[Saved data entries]
┄┄┄┄┄┄┄┄┄┄
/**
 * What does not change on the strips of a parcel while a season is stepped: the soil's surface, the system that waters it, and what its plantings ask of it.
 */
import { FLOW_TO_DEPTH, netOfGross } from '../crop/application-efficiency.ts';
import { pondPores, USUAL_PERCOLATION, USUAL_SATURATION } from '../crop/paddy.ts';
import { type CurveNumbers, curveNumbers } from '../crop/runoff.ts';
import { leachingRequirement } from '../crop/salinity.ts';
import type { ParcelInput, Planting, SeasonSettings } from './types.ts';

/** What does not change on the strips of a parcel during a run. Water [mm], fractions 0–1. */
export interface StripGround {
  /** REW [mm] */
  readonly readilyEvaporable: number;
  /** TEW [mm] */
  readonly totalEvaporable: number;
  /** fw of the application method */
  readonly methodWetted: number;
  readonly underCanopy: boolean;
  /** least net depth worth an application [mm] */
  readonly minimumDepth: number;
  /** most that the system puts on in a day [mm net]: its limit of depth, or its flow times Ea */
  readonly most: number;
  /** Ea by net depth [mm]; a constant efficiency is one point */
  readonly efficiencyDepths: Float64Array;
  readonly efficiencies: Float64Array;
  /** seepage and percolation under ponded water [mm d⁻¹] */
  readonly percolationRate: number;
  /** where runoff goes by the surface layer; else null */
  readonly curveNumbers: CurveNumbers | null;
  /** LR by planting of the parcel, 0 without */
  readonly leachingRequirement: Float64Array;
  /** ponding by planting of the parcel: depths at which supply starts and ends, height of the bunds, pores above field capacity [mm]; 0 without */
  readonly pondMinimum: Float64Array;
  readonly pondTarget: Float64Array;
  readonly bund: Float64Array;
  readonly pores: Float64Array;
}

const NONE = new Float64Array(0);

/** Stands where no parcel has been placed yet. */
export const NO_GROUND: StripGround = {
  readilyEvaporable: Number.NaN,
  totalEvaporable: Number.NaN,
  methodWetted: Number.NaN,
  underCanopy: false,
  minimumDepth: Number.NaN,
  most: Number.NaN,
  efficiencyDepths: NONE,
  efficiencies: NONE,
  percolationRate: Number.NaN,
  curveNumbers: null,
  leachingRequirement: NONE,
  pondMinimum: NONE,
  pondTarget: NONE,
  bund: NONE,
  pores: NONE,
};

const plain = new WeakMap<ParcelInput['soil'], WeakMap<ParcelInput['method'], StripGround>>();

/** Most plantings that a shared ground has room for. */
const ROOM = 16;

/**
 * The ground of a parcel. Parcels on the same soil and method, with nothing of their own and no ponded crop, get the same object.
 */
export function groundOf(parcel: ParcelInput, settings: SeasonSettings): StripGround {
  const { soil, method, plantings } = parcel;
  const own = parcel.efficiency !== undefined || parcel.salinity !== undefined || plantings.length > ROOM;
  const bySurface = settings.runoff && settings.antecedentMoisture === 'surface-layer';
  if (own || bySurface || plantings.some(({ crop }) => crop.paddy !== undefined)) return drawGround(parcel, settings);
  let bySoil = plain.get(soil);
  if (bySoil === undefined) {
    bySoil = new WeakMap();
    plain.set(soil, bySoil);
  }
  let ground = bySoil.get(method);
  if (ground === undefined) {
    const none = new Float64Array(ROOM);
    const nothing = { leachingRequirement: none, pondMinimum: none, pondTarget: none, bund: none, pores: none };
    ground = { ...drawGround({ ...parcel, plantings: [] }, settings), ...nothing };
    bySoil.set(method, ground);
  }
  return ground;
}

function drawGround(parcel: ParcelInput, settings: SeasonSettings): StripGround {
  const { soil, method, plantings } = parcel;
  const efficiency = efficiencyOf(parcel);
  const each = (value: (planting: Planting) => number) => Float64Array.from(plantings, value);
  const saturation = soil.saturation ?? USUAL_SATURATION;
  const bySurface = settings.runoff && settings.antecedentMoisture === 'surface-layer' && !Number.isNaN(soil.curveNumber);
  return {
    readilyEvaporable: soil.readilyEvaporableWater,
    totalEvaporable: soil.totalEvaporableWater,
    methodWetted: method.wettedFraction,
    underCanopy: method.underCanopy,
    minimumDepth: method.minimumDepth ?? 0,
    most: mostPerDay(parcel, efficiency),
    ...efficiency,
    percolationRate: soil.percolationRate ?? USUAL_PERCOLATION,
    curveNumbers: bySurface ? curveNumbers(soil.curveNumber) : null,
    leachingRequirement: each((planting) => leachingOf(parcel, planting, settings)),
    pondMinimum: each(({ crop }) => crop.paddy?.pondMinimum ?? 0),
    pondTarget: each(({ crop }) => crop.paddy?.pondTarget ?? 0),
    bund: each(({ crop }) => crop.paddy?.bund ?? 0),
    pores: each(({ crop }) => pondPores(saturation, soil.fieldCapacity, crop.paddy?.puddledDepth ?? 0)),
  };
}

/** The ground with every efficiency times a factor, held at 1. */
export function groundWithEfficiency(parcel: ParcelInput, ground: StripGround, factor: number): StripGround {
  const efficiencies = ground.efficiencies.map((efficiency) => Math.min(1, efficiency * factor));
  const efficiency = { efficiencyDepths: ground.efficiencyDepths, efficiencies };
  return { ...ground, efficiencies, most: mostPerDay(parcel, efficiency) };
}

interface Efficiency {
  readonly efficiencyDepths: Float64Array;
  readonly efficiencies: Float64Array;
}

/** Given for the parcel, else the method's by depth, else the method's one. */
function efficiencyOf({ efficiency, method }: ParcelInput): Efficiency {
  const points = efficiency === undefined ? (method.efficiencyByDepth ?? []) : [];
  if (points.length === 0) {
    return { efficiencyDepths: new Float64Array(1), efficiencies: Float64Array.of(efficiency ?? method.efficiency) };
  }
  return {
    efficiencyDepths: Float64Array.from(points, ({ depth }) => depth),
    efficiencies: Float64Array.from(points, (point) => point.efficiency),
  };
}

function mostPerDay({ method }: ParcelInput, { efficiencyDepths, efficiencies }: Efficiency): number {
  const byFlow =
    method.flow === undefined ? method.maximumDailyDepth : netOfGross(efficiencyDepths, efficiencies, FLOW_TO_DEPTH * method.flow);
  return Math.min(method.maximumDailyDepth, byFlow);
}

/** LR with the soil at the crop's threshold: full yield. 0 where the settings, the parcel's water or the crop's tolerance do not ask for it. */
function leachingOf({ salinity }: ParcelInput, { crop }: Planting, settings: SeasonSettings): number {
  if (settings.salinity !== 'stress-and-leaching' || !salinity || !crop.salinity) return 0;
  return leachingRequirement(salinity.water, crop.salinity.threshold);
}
┄┄┄┄┄┄┄┄┄┄
Reproduce every record above, word for word.

/**
 * What does not change on the strips of a parcel while a season is stepped: the soil's surface, the system that waters it, and what its plantings ask of it.
 */
import { FLOW_TO_DEPTH, netOfGross } from '../crop/application-efficiency.ts';
import { pondPores, USUAL_PERCOLATION, USUAL_SATURATION } from '../crop/paddy.ts';
import { type CurveNumbers, curveNumbers } from '../crop/runoff.ts';
import { leachingRequirement } from '../crop/salinity.ts';
import type { ParcelInput, Planting, SeasonSettings } from './types.ts';

/** What does not change on the strips of a parcel during a run. Water [mm], fractions 0–1. */
export interface StripGround {
  /** REW [mm] */
  readonly readilyEvaporable: number;
  /** TEW [mm] */
  readonly totalEvaporable: number;
  /** fw of the application method */
  readonly methodWetted: number;
  readonly underCanopy: boolean;
  /** least net depth worth an application [mm] */
  readonly minimumDepth: number;
  /** most that the system puts on in a day [mm net]: its limit of depth, or its flow times Ea */
  readonly most: number;
  /** Ea by net depth [mm]; a constant efficiency is one point */
  readonly efficiencyDepths: Float64Array;
  readonly efficiencies: Float64Array;
  /** seepage and percolation under ponded water [mm d⁻¹] */
  readonly percolationRate: number;
  /** where runoff goes by the surface layer; else null */
  readonly curveNumbers: CurveNumbers | null;
  /** LR by planting of the parcel, 0 without */
  readonly leachingRequirement: Float64Array;
  /** ponding by planting of the parcel: depths at which supply starts and ends, height of the bunds, pores above field capacity [mm]; 0 without */
  readonly pondMinimum: Float64Array;
  readonly pondTarget: Float64Array;
  readonly bund: Float64Array;
  readonly pores: Float64Array;
}

const NONE = new Float64Array(0);

/** Stands where no parcel has been placed yet. */
export const NO_GROUND: StripGround = {
  readilyEvaporable: Number.NaN,
  totalEvaporable: Number.NaN,
  methodWetted: Number.NaN,
  underCanopy: false,
  minimumDepth: Number.NaN,
  most: Number.NaN,
  efficiencyDepths: NONE,
  efficiencies: NONE,
  percolationRate: Number.NaN,
  curveNumbers: null,
  leachingRequirement: NONE,
  pondMinimum: NONE,
  pondTarget: NONE,
  bund: NONE,
  pores: NONE,
};

const plain = new WeakMap<ParcelInput['soil'], WeakMap<ParcelInput['method'], StripGround>>();

/** Most plantings that a shared ground has room for. */
const ROOM = 16;

/**
 * The ground of a parcel. Parcels on the same soil and method, with nothing of their own and no ponded crop, get the same object.
 */
export function groundOf(parcel: ParcelInput, settings: SeasonSettings): StripGround {
  const { soil, method, plantings } = parcel;
  const own = parcel.efficiency !== undefined || parcel.salinity !== undefined || plantings.length > ROOM;
  const bySurface = settings.runoff && settings.antecedentMoisture === 'surface-layer';
  if (own || bySurface || plantings.some(({ crop }) => crop.paddy !== undefined)) return drawGround(parcel, settings);
  let bySoil = plain.get(soil);
  if (bySoil === undefined) {
    bySoil = new WeakMap();
    plain.set(soil, bySoil);
  }
  let ground = bySoil.get(method);
  if (ground === undefined) {
    const none = new Float64Array(ROOM);
    const nothing = { leachingRequirement: none, pondMinimum: none, pondTarget: none, bund: none, pores: none };
    ground = { ...drawGround({ ...parcel, plantings: [] }, settings), ...nothing };
    bySoil.set(method, ground);
  }
  return ground;
}

function drawGround(parcel: ParcelInput, settings: SeasonSettings): StripGround {
  const { soil, method, plantings } = parcel;
  const efficiency = efficiencyOf(parcel);
  const each = (value: (planting: Planting) => number) => Float64Array.from(plantings, value);
  const saturation = soil.saturation ?? USUAL_SATURATION;
  const bySurface = settings.runoff && settings.antecedentMoisture === 'surface-layer' && !Number.isNaN(soil.curveNumber);
  return {
    readilyEvaporable: soil.readilyEvaporableWater,
    totalEvaporable: soil.totalEvaporableWater,
    methodWetted: method.wettedFraction,
    underCanopy: method.underCanopy,
    minimumDepth: method.minimumDepth ?? 0,
    most: mostPerDay(parcel, efficiency),
    ...efficiency,
    percolationRate: soil.percolationRate ?? USUAL_PERCOLATION,
    curveNumbers: bySurface ? curveNumbers(soil.curveNumber) : null,
    leachingRequirement: each((planting) => leachingOf(parcel, planting, settings)),
    pondMinimum: each(({ crop }) => crop.paddy?.pondMinimum ?? 0),
    pondTarget: each(({ crop }) => crop.paddy?.pondTarget ?? 0),
    bund: each(({ crop }) => crop.paddy?.bund ?? 0),
    pores: each(({ crop }) => pondPores(saturation, soil.fieldCapacity, crop.paddy?.puddledDepth ?? 0)),
  };
}

/** The ground with every efficiency times a factor, held at 1. */
export function groundWithEfficiency(parcel: ParcelInput, ground: StripGround, factor: number): StripGround {
  const efficiencies = ground.efficiencies.map((efficiency) => Math.min(1, efficiency * factor));
  const efficiency = { efficiencyDepths: ground.efficiencyDepths, efficiencies };
  return { ...ground, efficiencies, most: mostPerDay(parcel, efficiency) };
}

interface Efficiency {
  readonly efficiencyDepths: Float64Array;
  readonly efficiencies: Float64Array;
}

/** Given for the parcel, else the method's by depth, else the method's one. */
function efficiencyOf({ efficiency, method }: ParcelInput): Efficiency {
  const points = efficiency === undefined ? (method.efficiencyByDepth ?? []) : [];
  if (points.length === 0) {
    return { efficiencyDepths: new Float64Array(1), efficiencies: Float64Array.of(efficiency ?? method.efficiency) };
  }
  return {
    efficiencyDepths: Float64Array.from(points, ({ depth }) => depth),
    efficiencies: Float64Array.from(points, (point) => point.efficiency),
  };
}

function mostPerDay({ method }: ParcelInput, { efficiencyDepths, efficiencies }: Efficiency): number {
  const byFlow =
    method.flow === undefined ? method.maximumDailyDepth : netOfGross(efficiencyDepths, efficiencies, FLOW_TO_DEPTH * method.flow);
  return Math.min(method.maximumDailyDepth, byFlow);
}

/** LR with the soil at the crop's threshold: full yield. 0 where the settings, the parcel's water or the crop's tolerance do not ask for it. */
function leachingOf({ salinity }: ParcelInput, { crop }: Planting, settings: SeasonSettings): number {
  if (settings.salinity !== 'stress-and-leaching' || !salinity || !crop.salinity) return 0;
  return leachingRequirement(salinity.water, crop.salinity.threshold);
}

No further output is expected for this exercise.